Highly contagious COVID-19 subvariants pose threat to immune protection

pharmafile | July 7, 2022 | News story | Business Services  

The COVID-19 subvariants BA.4 and BA.5 have been found to be the most contagious variants yet, and are better able to evade immunity afforded by vaccines and previous infections. The BA.5 subvariant accounted for nearly 54% of the US’ COVID-19 cases, as of 2 July.

An FDA advisory committee has recommended that COVID-19 vaccine makers target these two subvariants of Omicron. The CDC reported in June that the Omicron subvariants BA.4 and BA.5 had become dominant in the US. This was revised on 5 July, stating that BA.5 infections made up over half on new cases.

“They’re taking over, so clearly they’re more contagious than earlier variants of omicron,” shared David Montefiori, a professor at the Human Vaccine Institute at Duke University Medical Centre. He went on to highlight that BA.4 and BA.5 are an estimated three times less sensitive to the existing neutralising antibodies from current COVID-19 vaccines, compared to the original variant, BA.1.

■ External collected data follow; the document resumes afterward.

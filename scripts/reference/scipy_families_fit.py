#!/usr/bin/python3
"""Reference fits of headroom's learning-curve families (pow4, mmf4, wbl4, exp3, ilog2), computed with SciPy.

Run with Debian's interpreter and packages (python3-scipy, python3-numpy), not a virtualenv:

    /usr/bin/python3 scripts/reference/scipy_families_fit.py           # rewrite the JSON
    /usr/bin/python3 scripts/reference/scipy_families_fit.py --check   # compare with the committed JSON

For each family it fits the family's formula, as written in the learning-curve literature (Mohr et al.
2022, LCDB 1.0), to nine learning-curve points with unequal standard deviations by
scipy.optimize.curve_fit(method="lm", sigma=sigma, absolute_sigma=False) with ftol = xtol = gtol = 1e-15
(MINPACK's lmder with weights 1/sigma**2; covariance s**2 (J'WJ)^-1 with s**2 = RSS / (n - p)), and
records the parameters, their standard errors and the weighted residual sum of squares:

    pow4   y = a - b * (n + d)**(-c)
    mmf4   y = (a*b + c*n**d) / (b + n**d)
    wbl4   y = c - b * exp(-a * n**d)
    exp3   y = c - a * exp(-b * n)
    ilog2  y = c - a / log(n)

The points are literal numbers below (drawn once from each family plus normal noise of the stated sigma,
numpy default_rng(20261201), and for pow4 and mmf4, which need a wider range of sizes and less noise to be
determined, default_rng(20261202), rounded to 5 decimals), so the output does not depend on any random generator. The starting points
are the generating parameters. `--check` exits with status 1 when any number differs from the committed
file by more than 1e-6 * max(1, |committed|).
"""

import argparse
import datetime
import os
import sys

import numpy as np
import scipy
from scipy.optimize import curve_fit

from _drift import exit_with_check, largest_difference, read_json, write_json


HERE = os.path.dirname(os.path.abspath(__file__))
OUT = os.path.join(HERE, "..", "..", "fixtures", "reference", "scipy-families-fit.json")

# Four-parameter families need a wide range of sizes and small noise to be determined at all.
SIZES = [16, 23, 32, 45, 64, 91, 128, 181, 256]
SIGMAS = [0.030, 0.026, 0.022, 0.019, 0.016, 0.013, 0.011, 0.009, 0.008]
WIDE_SIZES = [10, 20, 40, 80, 160, 320, 640, 1280, 2560]
SMALL_SIGMAS = [0.0030, 0.0026, 0.0022, 0.0019, 0.0016, 0.0013, 0.0011, 0.0009, 0.0008]

FAMILIES = {
    "pow4": {
        "formula": "y = a - b * (n + d)^(-c)",
        "names": ["a", "b", "c", "d"],
        "model": lambda n, a, b, c, d: a - b * (n + d) ** (-c),
        "start": [0.93, 2.5, 0.6, 30.0],
        "sizes": WIDE_SIZES,
        "sigmas": SMALL_SIGMAS,
        "values": [0.65652, 0.6919, 0.73826, 0.77772, 0.82504, 0.85645, 0.87954, 0.89519, 0.90719],
    },
    "mmf4": {
        "formula": "y = (a*b + c*n^d) / (b + n^d)",
        "names": ["a", "b", "c", "d"],
        "model": lambda n, a, b, c, d: (a * b + c * n ** d) / (b + n ** d),
        "start": [0.35, 60.0, 0.92, 1.1],
        "sizes": WIDE_SIZES,
        "sigmas": SMALL_SIGMAS,
        "values": [0.4459, 0.52417, 0.6294, 0.73559, 0.81271, 0.86321, 0.89225, 0.90643, 0.91349],
    },
    "wbl4": {
        "formula": "y = c - b * exp(-a * n^d)",
        "names": ["a", "b", "c", "d"],
        "model": lambda n, a, b, c, d: c - b * np.exp(-a * n ** d),
        "start": [0.08, 0.5, 0.91, 0.7],
        "values": [0.6373, 0.6518, 0.7175, 0.7631, 0.8071, 0.8237, 0.8677, 0.8922, 0.8916],
    },
    "exp3": {
        "formula": "y = c - a * exp(-b * n)",
        "names": ["a", "b", "c"],
        "model": lambda n, a, b, c: c - a * np.exp(-b * n),
        "start": [0.45, 0.025, 0.9],
        "values": [0.5755, 0.6292, 0.7099, 0.7528, 0.7995, 0.8789, 0.8658, 0.8919, 0.9101],
    },
    "ilog2": {
        "formula": "y = c - a / ln(n)",
        "names": ["a", "c"],
        "model": lambda n, a, c: c - a / np.log(n),
        "start": [0.9, 1.02],
        "values": [0.6838, 0.7318, 0.7293, 0.7427, 0.8096, 0.8187, 0.8293, 0.8413, 0.8504],
    },
}


def compute():
    families = {}
    for name, spec in FAMILIES.items():
        n = np.array(spec.get("sizes", SIZES), dtype=float)
        sigma = np.array(spec.get("sigmas", SIGMAS))
        w = 1 / sigma ** 2
        y = np.array(spec["values"])
        popt, pcov = curve_fit(
            spec["model"], n, y, p0=spec["start"], sigma=sigma, absolute_sigma=False, method="lm",
            ftol=1e-15, xtol=1e-15, gtol=1e-15, maxfev=100000,
        )
        r = spec["model"](n, *popt) - y
        families[name] = {
            "formula": spec["formula"],
            "names": spec["names"],
            "sizes": spec.get("sizes", SIZES),
            "sigmas": spec.get("sigmas", SIGMAS),
            "values": spec["values"],
            "start": spec["start"],
            "parameters": popt.tolist(),
            "standardErrors": np.sqrt(np.diag(pcov)).tolist(),
            "residualSumOfSquares": float(np.sum(w * r * r)),
        }
    return {
        "source": "SciPy curve_fit (MINPACK lmder) from Debian python3-scipy",
        "command": "/usr/bin/python3 scripts/reference/scipy_families_fit.py",
        "generated": datetime.date.today().isoformat(),
        "versions": {"python": sys.version.split()[0], "scipy": scipy.__version__, "numpy": np.__version__},
        "settings": {"method": "lm", "absolute_sigma": False, "ftol": 1e-15, "xtol": 1e-15, "gtol": 1e-15},
        "families": families,
    }


def main():
    parser = argparse.ArgumentParser()
    parser.add_argument("--check", action="store_true")
    args = parser.parse_args()
    result = compute()
    if args.check:
        committed = read_json(OUT)["families"]
        pairs = [
            (fresh[key], committed[name][key])
            for name, fresh in result["families"].items()
            for key in ["parameters", "standardErrors", "residualSumOfSquares"]
        ]
        exit_with_check("scipy-families-fit", largest_difference(pairs, relative=True), 1e-6)
    write_json(OUT, result)
    print(f"wrote {os.path.relpath(OUT)}: " + ", ".join(f"{k} {v['parameters']}" for k, v in result["families"].items()))


if __name__ == "__main__":
    main()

Further research has suggested that BA.4 and BA.5 are four times more resistant to antibodies from vaccines than BA.2. This more transmissible subvariant of Omicron replaced the original variant as the US’ dominant cause of cases in April 2022, during which time it accounted for around 60% of cases.

Omicron began as three subvariants, BA.1, BA.2, and BA.3. All were genetically distinct enough to be categorised as separate variants. A recent pre-print publication from a series of lab-based, cell-culture experiments by a research group in Japan found that BA.4/5 was able to replicate more effectively in the lungs than in BA.2. In hamster experiments, the subvariant developed into more serious disease. However, data from South Africa and the UK has found that the surge in BA.4/5 cases did not see a major increase in severe disease and death. 

Francois Balloux, director of the University College London Genetics Institute, shared that the resistance of the subvariants to antibodies from vaccines is the likely reason these variants have taken over, NBC reported: “At this stage now, I think all these variants actually are roughly equally transmissible, so there’s not a huge difference,” he said.”It’s just some are slightly better at infecting people who have been vaccinated or infected by previous variants.”